O maior dilema no casamento é encontrar a
fórmula de seguir vivendo junto depois de finita a euforia e empolgação
dos primeiros beijos, já que manter um relacionamento amoroso estável é,
no mínimo, um excelente tranqüilizante para baixar o nível de depressão
diante do despropósito com que o homem se lança à pescaria. Ninguém, em
sã consciência, admite o fim da paixão, seria abrir as porteiras para a
inevitável separação, qual é o ingênuo e néscio que acredita ser a união
instável uma fase de consolidação a um passo da eternidade?
O tempo de duração de uma paixão depende
da saturação das células que comandam a razão e a lógica, em disputa com
aquelas que dobram nossos joelhos e nos fazem cair de quatro em adoração
à química emocional.
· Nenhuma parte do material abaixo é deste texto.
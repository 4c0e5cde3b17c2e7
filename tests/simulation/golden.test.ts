import { readFileSync } from 'node:fs';
import path from 'node:path';
import { describe, expect, it } from 'vitest';
import { CHANGES } from '@/lib/method/changes';
import { designFileSchema } from '@/lib/schemas/design-file';
import { ENGINE_VERSION } from '@/lib/simulation/engine-version';
import { workGolden, type Golden } from './golden-runs';

const TOLERANCE = 1e-8;
const NEXT =
  'If results are meant to move: raise ENGINE_VERSION in lib/simulation/engine-version.ts, say in lib/method/changes.ts what moves and by how much, then node --import tsx tests/simulation/write-golden.ts';

const golden = JSON.parse(readFileSync(path.join(import.meta.dirname, 'golden.json'), 'utf8')) as Golden;

/** Math.exp and its kin are not specified to the last bit, so another JavaScript engine may differ a little. */
const isNear = (value: number, kept: number) =>
  Math.abs(value - kept) <= TOLERANCE * Math.max(1, Math.abs(kept));

describe('golden runs', () => {
  it('belong to the present engine, whose change is told', () => {
    expect(golden.engineVersion, NEXT).toBe(ENGINE_VERSION);
    expect(CHANGES[0]?.version, NEXT).toBe(ENGINE_VERSION);
  });

  it.each(golden.runs.map((run) => [run.name, run] as const))('%s: every sum within 1e-8', (_, run) => {
    const sums = workGolden({ climateId: run.climateId, file: designFileSchema.parse(run.file) });
    const moved = Object.entries(run.sums)
      .filter(([name, kept]) => !isNear(sums[name] ?? NaN, kept))
      .map(([name, kept]) => `${name}: ${sums[name]} instead of ${kept}`);
    expect(moved, NEXT).toEqual([]);
  });
});
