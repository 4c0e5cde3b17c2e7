import { describe, expect, it } from 'vitest';
import { ArrayLoop } from '@/lib/simulation/array-loop';
import { StoreLayers } from '@/lib/simulation/store-layers';
import { WATER_SPECIFIC_HEAT_J_PER_KG_K as CP } from '@/lib/physics/water';

/** A soft array whose water is more than a store layer, and one whose water is a small part of it. */
const cases = [
  { name: 'soft absorber, water of more than one layer', waterKg: 180, storeKg: 1000 },
  { name: 'metal absorber', waterKg: 15, storeKg: 1000 },
];

/** Own requirement: filling and draining move water and heat, they neither make nor lose any. */
describe('100 forced fills and drains without sun or loss', () => {
  for (const { name, waterKg, storeKg } of cases) {
    it(`keeps the sum of heat in store, array and pipes to 1e-12: ${name}`, () => {
      const store = new StoreLayers(8, storeKg, new Float64Array(8), 0, 20);
      store.takeFromBottom(-waterKg);
      store.t.set([62, 58, 55, 50, 44, 40, 33, 27]);
      const loop = new ArrayLoop({
        areaM2: 24,
        a2: 0,
        dryCapacityJPerK: 144_000,
        waterKg,
        pipeCapacityJPerK: 8800,
        pipeLossWPerK: 0,
        flowKgPerS: 0.26,
        handover: 1,
        ownVessel: false,
        vesselLossWPerK: 0,
        vesselRoomC: 20,
        startK: 7,
        stopK: 2,
        inhibitC: 95,
        minimumRunS: 60,
      });
      loop.arrayC = 71;
      loop.pipeC = -4;
      const total = () => store.heatJ() + loop.heatJ();
      const mass = () => store.bottomKg + 7 * store.layerKg + (loop.full ? waterKg : 0);
      const heatBefore = total();
      const massBefore = mass();
      for (let cycle = 0; cycle < 100; cycle++) {
        loop.fill(store);
        loop.drain(store);
      }
      expect(Math.abs(total() / heatBefore - 1)).toBeLessThan(1e-12);
      expect(Math.abs(mass() / massBefore - 1)).toBeLessThan(1e-12);
      for (let i = 1; i < 8; i++) expect(store.t[i]!).toBeLessThanOrEqual(store.t[i - 1]! + 1e-12);
      expect(heatBefore).toBeGreaterThan(40 * storeKg * CP);
    });
  }

  it('cools the bottom layer by the heat that a cold pipe wall takes', () => {
    const store = new StoreLayers(1, 100, new Float64Array(1), 0, 20);
    store.t[0] = 40;
    const loop = new ArrayLoop({
      areaM2: 1, a2: 0, dryCapacityJPerK: 1, waterKg: 0, pipeCapacityJPerK: 10_000, pipeLossWPerK: 1,
      flowKgPerS: 0.01, handover: 1,
    ownVessel: false,
    vesselLossWPerK: 0,
    vesselRoomC: 20,
    startK: 7, stopK: 2, inhibitC: 95, minimumRunS: 60,
    }); // prettier-ignore
    loop.pipeC = 0;
    loop.arrayC = 50;
    loop.fill(store);
    expect(store.t[0]).toBeCloseTo(40 - (10_000 * 40) / (100 * CP), 10);
    expect(loop.pipeC).toBe(40);
  });
});
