import type { Metadata, Viewport } from 'next';
import type { ReactNode } from 'react';
import { fontVariables } from './fonts';
import './globals.css';

export const metadata: Metadata = {
  title: { default: 'Tepidarium', template: '%s · Tepidarium' },
  description:
    'Solar heating for one house, worked hour by hour: what a homemade low-temperature array carries in a typical year, and at what cost.',
  icons: { icon: '/icon.svg' },
};

export const viewport: Viewport = {
  colorScheme: 'light dark',
  themeColor: [
    { media: '(prefers-color-scheme: light)', color: '#f5f0e6' },
    { media: '(prefers-color-scheme: dark)', color: '#1d1c1a' },
  ],
};

/** What every page has: skip link and margins. Head, `main` and foot come with the frame of each group of pages. */
export default function RootLayout({ children }: Readonly<{ children: ReactNode }>) {
  return (
    <html lang="en-GB" className={fontVariables}>
      <body>
        <a
          href="#main"
          className="sr-only framed bg-paper focus:not-sr-only focus:absolute focus:top-2 focus:left-4 focus:z-10 focus:bg-paper"
        >
          Skip to the content
        </a>
        <div className="mx-auto max-w-[90rem] page-margin">{children}</div>
      </body>
    </html>
  );
}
O tempo se esgota quando o pobre coitado não
suporta mais a pressão de cobranças e modelos em que se encaixar,
variando de 6 meses a 2 anos para os homens ou de 1 a 4 anos para os
românticos empedernidos. Se por acaso cometerem a loucura de morar sob o
mesmo teto, há quem julgue que não seja por amor, e sim por falta de
bago em começar nova vida e encontrar outra parceira, aquela obviedade
de só enxergar aqueles olhos e mais ninguém não funciona mais.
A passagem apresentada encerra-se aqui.